1) Воспитание субсидиарной личности, так, чтобы критическая масса таких личностей влияла на общество, в сегодняшней России невозможна. По тесной связи общественных и церковных процессов невозможно это и в современной православной церковной среде.
2) Наш социум не способен противостоять или сопротивляться не только тоталитарной, но и авторитарной системе, по причине отсутствия в России народа как гражданского солидарного устойчивого (это важно – не проявляющегося спонтанно, по частным поводам, напр. в Южном Бутове, а именно как континуума жизни) общества.
3) На данный момент отсутствуют условия, которые могли бы в будущем способствовать изменению этого положения. В России продолжает иметь место тотальное неуважение к личности; дух власти и общества – нечеловеколюбие; общественные отношения – сатрапия. К этому необходимо прибавить действительное безверие большинства людей (при декларациях «православности»), подмену подлинной православной духовности и христианской нравственности внешностью и идеологией.
4) Народ не способен к частной и общественной самокритике, попытки таковой вызывают раздражение и агрессивное отторжение. Это делает невозможным усвоение библейского взгляда на историю и широко распахивает двери перед мифологией и демагогией. Следствием этого является отсутствие в России нравственной оценки исторической и современной жизни, что приводит на практике к моральной релятивизации общества и отдельных людей, его составляющих. Это, в свою очередь, заставляет ожидать и библейского сценария «наказания» страны.

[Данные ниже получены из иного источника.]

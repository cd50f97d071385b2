"""The command `probsoil`: its subcommands, and what each ending means to the shell.

Exit codes: 0 done, 1 failed, 2 mistake in what was asked for (options, scenario, or a results folder
that does not go with them), 3 stopped early with partial results kept. Standard output carries the
answer only; the rest goes to standard error.
"""

import io
import shlex
import sys
from collections.abc import Sequence
from typing import Annotated

import typer
from typer.main import get_command

from probsoil.cli._output import answering
from probsoil.cli.assess import assess
from probsoil.cli.check import check
from probsoil.cli.interpret import interpret
from probsoil.cli.new import new
from probsoil.cli.report import report
from probsoil.cli.schema import schema
from probsoil.cli.sheet import sheet
from probsoil.cli.template import template
from probsoil.errors import FaultyInputError, ParameterError, ProbsoilError, StoppedEarly, UnfitFolderError

DONE, FAILED, MISTAKE, STOPPED = 0, 1, 2, 3
_HELP = {"-h", "--help", "--version"}
_INTERRUPTED = 130  # how typer ends when interrupted outside a campaign

app = typer.Typer(
    name="probsoil",
    help="How likely is it that works on soft clay settle too much or slip, and what drives it?",
    epilog="Begin with: probsoil new my-site.toml",
    no_args_is_help=True,
    pretty_exceptions_enable=False,
    context_settings={"help_option_names": ["-h", "--help"]},
)
for command in (new, check, sheet, assess, interpret, report, schema, template):
    app.command()(command)


def _print_version(asked: bool) -> None:
    if asked:
        import probsoil

        typer.echo(f"probsoil {probsoil.__version__}")
        raise typer.Exit


@app.callback()
def _common(
    version: Annotated[
        bool, typer.Option("--version", help="Print the version.", callback=_print_version, is_eager=True)
    ] = False,
) -> None:
    """How likely is it that works on soft clay settle too much or slip, and what drives it?"""  # noqa: D400


def main(arguments: Sequence[str] | None = None) -> int:
    """Run the command line and return its exit code.

    Parameters
    ----------
    arguments : sequence of str or None
        Command line without the program's name; None for that of the process.

    Returns
    -------
    int, [-]
        0 done, 1 failed, 2 mistake in what was asked for, 3 stopped early with partial results kept.
    """
    given = list(sys.argv[1:] if arguments is None else arguments)
    for stream in (sys.stdout, sys.stderr):
        if isinstance(stream, io.TextIOWrapper):  # an odd character is no reason to lose an answer
            stream.reconfigure(errors="backslashreplace")
    try:
        code = _run(given)
        with answering():  # what is still on its way
            pass
    except ProbsoilError as fault:
        typer.echo(_message(fault), err=True)
        return _code(fault)
    except BaseException as fault:
        if _interrupted(fault):
            typer.echo("Interrupted; nothing is kept.", err=True)
            return FAILED
        if not isinstance(fault, Exception):
            raise
        typer.echo(f"probsoil failed unexpectedly: {type(fault).__name__}: {fault}", err=True)
        typer.echo(f"The details are in {_write_details(fault)}; please report them.", err=True)
        return FAILED
    return code


def _run(given: list[str]) -> int:
    """Hand the command line to its command and return the exit code of an ordinary ending."""
    try:
        get_command(app).main(
            args=given, prog_name="probsoil", obj={"command": shlex.join(["probsoil", *given])}
        )
    except SystemExit as end:
        code = end.code if isinstance(end.code, int) else DONE if end.code is None else FAILED
        if code == _INTERRUPTED:
            raise KeyboardInterrupt from None
        return code
    except OSError:
        if _HELP & set(given):  # no command ran: only the printing can have failed
            with answering():
                raise
        raise
    return DONE


def _interrupted(fault: BaseException) -> bool:
    from probsoil.campaign.interruption import is_interrupt

    return is_interrupt(fault)


def _code(fault: ProbsoilError) -> int:
    if isinstance(fault, StoppedEarly):
        return STOPPED if fault.kept else FAILED
    return MISTAKE if isinstance(fault, FaultyInputError | ParameterError | UnfitFolderError) else FAILED


def _message(fault: ProbsoilError) -> str:
    return str(fault) if isinstance(fault, FaultyInputError | StoppedEarly) else f"Error: {fault}"


def _write_details(fault: BaseException) -> str:
    """Write the traceback to the log of the run, or to a file of its own; return its path."""
    import tempfile
    import traceback

    log = getattr(fault, "log", None)
    if log is not None:  # the run had a log, and it has the traceback
        return str(log)
    with tempfile.NamedTemporaryFile(
        "w", prefix="probsoil-", suffix=".log", delete=False, encoding="utf-8"
    ) as file:
        traceback.print_exception(fault, file=file)
    return file.name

5) Реактуализация христианства в России невозможна, как по вышеуказанным «местным» причинам, так и в силу процессов, общих для всего человечества. Главным из них мне представляется TV-, кинематографическое и компьютерное восприятие мира, которое привело к перевороту в системе ценностей. Это новая культура, весьма агрессивная и порождающая свои традиции, в корне противоречит христианской культуре слова и личностной рефлексии. Касаюсь этого вскользь – здесь тема для отдельного разговора. – Вообще мысль о реактуализации христианства в обществе я считаю большим соблазном для Церкви. Точкой приложения её сил сегодня может быть только адекватное созидание своей общины в языческом постхристианском и постмодернистском окружении. «Христианизировать» же (или «рехристианизировать») мир – значит заведомо становиться на иллюзорные позиции и растрачивать энергию впустую.
Что делать? Становиться и быть христианином самому, в своей семье, в своём кругу. Осуществлять на практике «теорию малых дел», «жить не по лжи» в солженицынском смысле, хотя бы не участвуя в том, что противно совести. И объединяться – единомышленникам, сочувствующим, на сетевом уровне, в частные, малые неформальные сообщества, для того, чтобы, хоть в малом кругу, на частном уровне, но воспитывать субсидиарность личности и гражданственность.
_________________
[1] Цит. по: Борис Колымагин. Искушение культурой. М., 2008, стр. 112.